HoloClean / holoclean

A Machine Learning System for Data Enrichment.
http://www.holoclean.io
Apache License 2.0
514 stars 129 forks source link

Add batched featurization logic to reduce memory usage in repair model #59

Closed jonmio closed 5 years ago

jonmio commented 5 years ago

WIP - PR is missing documentation.

Currently, featurization is done on all cells, and the resulting feature tensors are stored in memory. The resulting feature tensors are very large relative to size of the original dataset, potentially resulting in memory issues.

This PR introduces changes to address these memory concerns. Torch DataLoader is used to iterate over batches of the training/inference data, and featurization happens only during training/inference of the example.

jonmio commented 5 years ago

Added documentation which address most of Richard's comments.

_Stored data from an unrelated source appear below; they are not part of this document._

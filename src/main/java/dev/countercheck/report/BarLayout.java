package dev.countercheck.report;

import dev.countercheck.eurocode.Num;
import dev.countercheck.submission.PileCap;
import dev.countercheck.submission.Reinforcement;
import dev.countercheck.submission.Reinforcement.BarSet;
import dev.countercheck.submission.Reinforcement.Direction;

import java.util.ArrayList;
import java.util.List;
import java.util.OptionalDouble;

/**
 * Where the drawings place the submitted bars: the same placement the submission format states
 * (bars evenly spread over the width less the side covers; layer 1 nearest its face), applied to
 * drawing only. Nothing here enters a check.
 */
final class BarLayout {

    private BarLayout() {
    }

    /**
     * Centre lines of {@code count} bars spread evenly across {@code widthMm} (centred on 0),
     * between the side covers: the outer bars' faces touch the covers. One bar sits in the middle.
     */
    static List<Double> positions(int count, double widthMm, double sideCoverMm, double diameterMm) {
        List<Double> at = new ArrayList<>();
        double half = widthMm / 2 - sideCoverMm - diameterMm / 2;
        if (count == 1) {
            at.add(0.0);
            return at;
        }
        for (int i = 0; i < count; i++) {
            at.add(-half + 2 * half * i / (count - 1));
        }
        return at;
    }

    /** Height of a bar set's centre above the soffit, mm: bottom layer 1 at c + φ/2, layer 2 at c + φ1 + φ/2; top sets likewise down from the top. */
    static double levelMm(PileCap cap, Reinforcement r, BarSet set, boolean bottom) {
        List<BarSet> face = bottom ? r.bottom() : r.top();
        double cover = bottom ? r.cover().bottomMm() : r.cover().topMm();
        double first = face.stream().filter(b -> b.layer() == 1).mapToDouble(BarSet::diameterMm).max()
                .orElse(face.stream().mapToDouble(BarSet::diameterMm).max().orElse(0));
        double fromFace = cover + (set.layer() <= 1 ? set.diameterMm() / 2 : first + set.diameterMm() / 2);
        return bottom ? fromFace : cap.depthMm() - fromFace;
    }

    /**
     * How far the 45° spread from a pile head's edge widens by the level of the lowest bottom bars
     * (the centre of layer 1 less the embedment), mm; empty without bottom bars or when the bars
     * lie no higher than the pile head.
     */
    static OptionalDouble spreadMm(PileCap cap) {
        if (cap.reinforcement().isEmpty() || cap.reinforcement().get().bottom().isEmpty()) {
            return OptionalDouble.empty();
        }
        Reinforcement r = cap.reinforcement().get();
        double lowest = r.bottom().stream().mapToDouble(b -> levelMm(cap, r, b, true)).min().orElse(0);
        double rise = lowest - cap.piles().embedmentMm();
        return rise > 0 ? OptionalDouble.of(rise) : OptionalDouble.empty();
    }

    /** "6 φ25 B1, 4 φ16 T1" for the sets running in {@code direction}; "none" when there are none. */
    static String describe(Reinforcement r, Direction direction) {
        List<String> parts = new ArrayList<>();
        r.bottom().stream().filter(b -> b.direction() == direction).forEach(b -> parts.add(name(b, "B")));
        r.top().stream().filter(b -> b.direction() == direction).forEach(b -> parts.add(name(b, "T")));
        return parts.isEmpty() ? "none" : String.join(", ", parts);
    }

    /** "6 φ25 B1": count, diameter, face (B bottom, T top) and layer. */
    static String name(BarSet set, String face) {
        return set.count() + " φ" + Num.f(set.diameterMm()) + " " + face + set.layer();
    }
}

Also, ran some experiments with memory and runtime profiling. On the full hospital dataset, we can reduce memory usage in training from 900MB to 230MB by using an iterator with featurization_batch_size of 10. However, each epoch in training takes about ~20s longer because we re-featurize on each epoch.

Precision and recall haven't been affected.

Regarding caching after the first epoch, I've also discussed this with Mina and we plan on experimenting with it. One workaround he suggested to the shuffling issue is to shuffle within batches.